As much as I hate to say it, people are really looking at their headcount and saying they want only 10-15% of their headcount to be temps or contingent laborers, and they’re sticking to that. Whereas in the past, they just needed people to get boxes out the door or food manufactured.

Christopher Ryan: Are you seeing growth in skilled trades and project-based work?

Rob Geist: I do, and it’s funny. It’s growing in that space because that space is growing. There used to be fewer staffing firms that tailored to that industry because it was harder to recruit for them. But now we’re getting more clients who need skilled labor people using skilled labor staffing firms.

It used to be that CDL drivers and skilled laborers were so hard to recruit that clients would say, “We’re going to do our whole program but leave our skilled labor vendors out.” Now they’re not doing that because it’s such a big part of their spend.

Christopher Ryan: So, this has been a very informative conversation. Do you have any final thoughts for our listeners about navigating this landscape?

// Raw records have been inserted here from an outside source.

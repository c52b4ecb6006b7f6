import "server-only";
/**
 * Open information only. Nothing in this module may select from analysis_arm_counts,
 * patient_outcomes or recommendation rationales; the blinding tests grep for that. Reads default
 * to the blinded account (blindDb), which MariaDB refuses closed data, for every caller: what is
 * open is the same for every role.
 */
import { blindDb as db, type Tx } from "../knex";
import type { AnalysisOpenRow, RecommendationDecision } from "../types";

export const ANALYSIS_OPEN_COLUMNS = [
  "id",
  "trial_id",
  "design_id",
  "look_number",
  "planned_n",
  "cutoff_date",
  "enrolled_total",
  "status",
  "amendment_count",
  "row_version",
  "locked_at",
  "reviewed_at",
  "review_version",
] as const;

export async function fetchLookSchedule(trialId: number, tx: Tx = db): Promise<AnalysisOpenRow[]> {
  return tx("analyses").where({ trial_id: trialId }).select(ANALYSIS_OPEN_COLUMNS).orderBy("look_number");
}

export async function fetchAnalysisOpen(analysisId: number, tx: Tx = db): Promise<AnalysisOpenRow | undefined> {
  return tx("analyses").where({ id: analysisId }).first(ANALYSIS_OPEN_COLUMNS);
}

type OpenRecommendation = {
  id: number;
  analysisId: number;
  lookNumber: number;
  decision: RecommendationDecision;
  correctsId: number | null;
  recordedAt: Date;
  signerName: string;
  /** The review version of the look the recommendation was made on. */
  reviewVersion: number;
  /** True when the look was reopened for a correction after this recommendation (its review version is past). */
  superseded: boolean;
};

/** Recommendations without their rationale: decision, date, who signed, which look. */
export async function fetchRecommendationsOpen(trialId: number, tx: Tx = db): Promise<OpenRecommendation[]> {
  return tx("recommendations as r")
    .join("analyses as a", "a.id", "r.analysis_id")
    .join("signatures_open as s", "s.id", "r.signature_id")
    .where("r.trial_id", trialId)
    .select(
      "r.id",
      "r.analysis_id as analysisId",
      "a.look_number as lookNumber",
      "r.decision",
      "r.corrects_id as correctsId",
      "r.created_at as recordedAt",
      "s.signer_name as signerName",
      "r.review_version as reviewVersion",
      tx.raw("(r.review_version < a.review_version) as superseded"),
    )
    .orderBy("r.id", "desc")
    .then((rows: Array<OpenRecommendation & { superseded: number | boolean }>) => rows.map((r) => ({ ...r, superseded: Boolean(r.superseded) })));
}

type DesignMeta = { id: number; version: number; status: string; lockedAt: Date | null; amendmentReason: string | null };

export async function fetchDesignVersions(trialId: number, tx: Tx = db): Promise<DesignMeta[]> {
  return tx("designs")
    .where({ trial_id: trialId })
    .select("id", "version", "status", "locked_at as lockedAt", "amendment_reason as amendmentReason")
    .orderBy("version", "desc");
}

/** The committee's letter to the sponsor, latest version per meeting (open: no data, no votes). */
type OpenLetter = { id: number; meetingId: number; lookNumber: number; version: number; contentHash: string; signerName: string; createdAt: Date };

export async function fetchLatestLettersOfTrial(trialId: number, tx: Tx = db): Promise<OpenLetter[]> {
  return tx("recommendation_letters as l")
    .join("signatures_open as s", "s.id", "l.signature_id")
    .join("meetings as m", "m.id", "l.meeting_id")
    .join("analyses as a", "a.id", "m.analysis_id")
    .where("l.trial_id", trialId)
    .whereNotExists(tx("recommendation_letters as n").whereRaw("n.meeting_id = l.meeting_id AND n.version > l.version"))
    .select("l.id", "l.meeting_id as meetingId", "a.look_number as lookNumber", "l.version", "l.content_hash as contentHash", "s.signer_name as signerName", "l.created_at as createdAt")
    .orderBy("l.id", "desc");
}
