import "server-only";
/** The record of every e-mail Cairn sends, and the delivery queue built on it. */
import { db, type Tx } from "../knex";
import type { EmailKind, EmailMessageRow } from "../types";

export type NewEmail = {
  trialId: number | null;
  meetingId: number | null;
  packetId: number | null;
  toUserId: number | null;
  toAddress: string;
  subject: string;
  kind: EmailKind;
  bodyText: string;
  createdBy: number | null;
};

export async function insertEmails(tx: Tx, emails: NewEmail[], now: Date): Promise<number[]> {
  const ids: number[] = [];
  // One insert per row: MariaDB reports only the first id of a multi-row insert.
  for (const e of emails) {
    const [id] = await tx("email_messages").insert({
      trial_id: e.trialId,
      meeting_id: e.meetingId,
      packet_id: e.packetId,
      to_user_id: e.toUserId,
      to_address: e.toAddress,
      subject: e.subject,
      kind: e.kind,
      body_text: e.bodyText,
      status: "queued",
      attempts: 0,
      next_attempt_at: now,
      created_by: e.createdBy,
    });
    ids.push(id);
  }
  return ids;
}

export async function fetchEmail(id: number, tx: Tx = db): Promise<EmailMessageRow | undefined> {
  return tx<EmailMessageRow>("email_messages").where({ id }).first();
}

type EmailListing = Omit<EmailMessageRow, "body_text"> & { packetVersion: number | null; packetAudience: string | null };

export async function fetchEmailsForMeeting(meetingId: number, tx: Tx = db): Promise<EmailListing[]> {
  return tx("email_messages as e")
    .leftJoin("packets as p", "p.id", "e.packet_id")
    .where("e.meeting_id", meetingId)
    .select(
      "e.id", "e.trial_id", "e.meeting_id", "e.packet_id", "e.to_user_id", "e.to_address", "e.subject", "e.kind", "e.status",
      "e.attempts", "e.last_error", "e.next_attempt_at", "e.sent_at", "e.smtp_message_id", "e.created_by", "e.created_at",
      "p.version as packetVersion", "p.audience as packetAudience",
    )
    .orderBy("e.id", "desc");
}

/** Ids of messages whose next try is due: queued ones, and "sending" ones whose lease ran out (a crashed sender). */
export async function fetchDueEmailIds(now: Date, limit = 50, tx: Tx = db): Promise<number[]> {
  const rows = await tx("email_messages").whereIn("status", ["queued", "sending"]).where("next_attempt_at", "<=", now).orderBy("next_attempt_at").limit(limit).select("id");
  return rows.map((r: { id: number }) => r.id);
}

/**
 * Claims a due message for one attempt: status "sending", attempts + 1, and a lease until
 * `leaseUntil`. Only one sender can win the claim; returns the new attempt number or null.
 */
export async function claimEmail(tx: Tx, id: number, now: Date, leaseUntil: Date): Promise<number | null> {
  const n = await tx("email_messages")
    .where({ id })
    .whereIn("status", ["queued", "sending"])
    .where("next_attempt_at", "<=", now)
    .update({ status: "sending", attempts: tx.raw("attempts + 1"), next_attempt_at: leaseUntil });
  if (n !== 1) return null;
  const row = await tx("email_messages").where({ id }).first("attempts");
  return Number(row.attempts);
}

export async function markEmailSent(tx: Tx, id: number, at: Date, smtpMessageId: string | null): Promise<void> {
  await tx("email_messages").where({ id }).update({ status: "sent", sent_at: at, last_error: null, next_attempt_at: null, smtp_message_id: smtpMessageId });
}

/** A failed attempt: queued again for `retryAt`, or failed for good when `retryAt` is null. */
export async function markEmailAttemptFailed(tx: Tx, id: number, error: string, retryAt: Date | null): Promise<void> {
  await tx("email_messages")
    .where({ id })
    .update({ status: retryAt ? "queued" : "failed", last_error: error.slice(0, 2000), next_attempt_at: retryAt });
}

/** Puts a failed message back in the queue for a fresh round of tries (a person asked for it). */
export async function requeueFailedEmail(tx: Tx, id: number, now: Date): Promise<boolean> {
  const n = await tx("email_messages").where({ id, status: "failed" }).update({ status: "queued", attempts: 0, next_attempt_at: now });
  return n === 1;
}

/** Members of a trial with their e-mail addresses, by role (open columns only). */
export async function fetchTrialRecipients(trialId: number, tx: Tx = db): Promise<Array<{ userId: number; name: string; email: string; role: string }>> {
  return tx("trial_memberships as m")
    .join("users as u", "u.id", "m.user_id")
    .where("m.trial_id", trialId)
    .where("u.is_active", true)
    .select("u.id as userId", "u.name", "u.email", "m.role")
    .orderBy(["u.name", "m.role"]);
}
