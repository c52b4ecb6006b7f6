import "server-only";
import { db, type Tx } from "../knex";
import type { DesignRow } from "../types";
import { parseDesign } from "@/lib/stats/design-schema";
import type { Design } from "@/lib/stats/types";

export type DesignRecord = Omit<DesignRow, "spec"> & { spec: Design };

function toRecord(r: DesignRow): DesignRecord {
  return { ...r, spec: parseDesign(JSON.parse(r.spec)) };
}

export async function fetchDesigns(trialId: number, tx: Tx = db): Promise<DesignRecord[]> {
  const rows = await tx<DesignRow>("designs").where({ trial_id: trialId }).orderBy("version", "desc");
  return rows.map(toRecord);
}

export async function fetchDesign(designId: number, tx: Tx = db): Promise<DesignRecord | undefined> {
  const r = await tx<DesignRow>("designs").where({ id: designId }).first();
  return r ? toRecord(r) : undefined;
}

/** The locked (charter) design of a trial, if any. */
export async function fetchLockedDesign(trialId: number, tx: Tx = db): Promise<DesignRecord | undefined> {
  const r = await tx<DesignRow>("designs").where({ trial_id: trialId, status: "locked" }).orderBy("version", "desc").first();
  return r ? toRecord(r) : undefined;
}

export async function insertDesignVersion(
  tx: Tx,
  d: { trialId: number; spec: Design; createdBy: number | null; amendmentReason: string | null },
): Promise<{ id: number; version: number }> {
  const last = await tx("designs").where({ trial_id: d.trialId }).max({ v: "version" }).first();
  const version = Number(last?.v ?? 0) + 1;
  const [id] = await tx("designs").insert({
    trial_id: d.trialId,
    version,
    status: "draft",
    spec: JSON.stringify(d.spec),
    amendment_reason: d.amendmentReason,
    created_by: d.createdBy,
  });
  return { id, version };
}

/** Updates a draft's spec if nobody saved it since `rowVersion`; returns false on a stale version. */
export async function updateDraftSpec(tx: Tx, designId: number, rowVersion: number, spec: Design): Promise<boolean> {
  const n = await tx("designs")
    .where({ id: designId, row_version: rowVersion, status: "draft" })
    .update({ spec: JSON.stringify(spec), row_version: rowVersion + 1 });
  return n === 1;
}

export async function markDesignLocked(tx: Tx, designId: number, signatureId: number): Promise<void> {
  await tx("designs").where({ id: designId }).update({ status: "locked", signature_id: signatureId, locked_at: new Date() });
}

export async function supersedeLockedDesigns(tx: Tx, trialId: number): Promise<void> {
  await tx("designs").where({ trial_id: trialId, status: "locked" }).update({ status: "superseded" });
}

Rob Geist: First, I want to be clear that Simple isn’t just a tool for large enterprise employers. While we have customers that spend upwards of $150-200 million a year on contingent workers at individual worksites, even an employer with a temp spend of as little as $5 million per year can benefit enormously from consolidating their contingent labor on the Simple platform.

You get instant visibility into your contingent labor costs, and you also get huge downstream benefits in HR, Accounting, and Finance. The ability to accurately assign and measure labor costs, streamline billing, and have a real-time view of everyone working in your building is massive. You can also track compliance and get a real-time update on every contingent worker and contractor inside your facility.

I also want to circle back to our success and momentum in the marketplace. Of course, Simple has great technology. But to succeed in this business, you also need great people. I attribute our success to having a team that cares, is hardworking, and a sales organization that wants to partner with people to make things better—not just for our clients but also for the staffing agencies that serve them.

All those little things we’ve done over the years to help employers and staffing agencies work better together have paid off, and it’s making staffing firms come to us and want to partner with us, which is invaluable. Building a sales force from our staffing partners has been amazing, and we’re grateful to all our channel partners!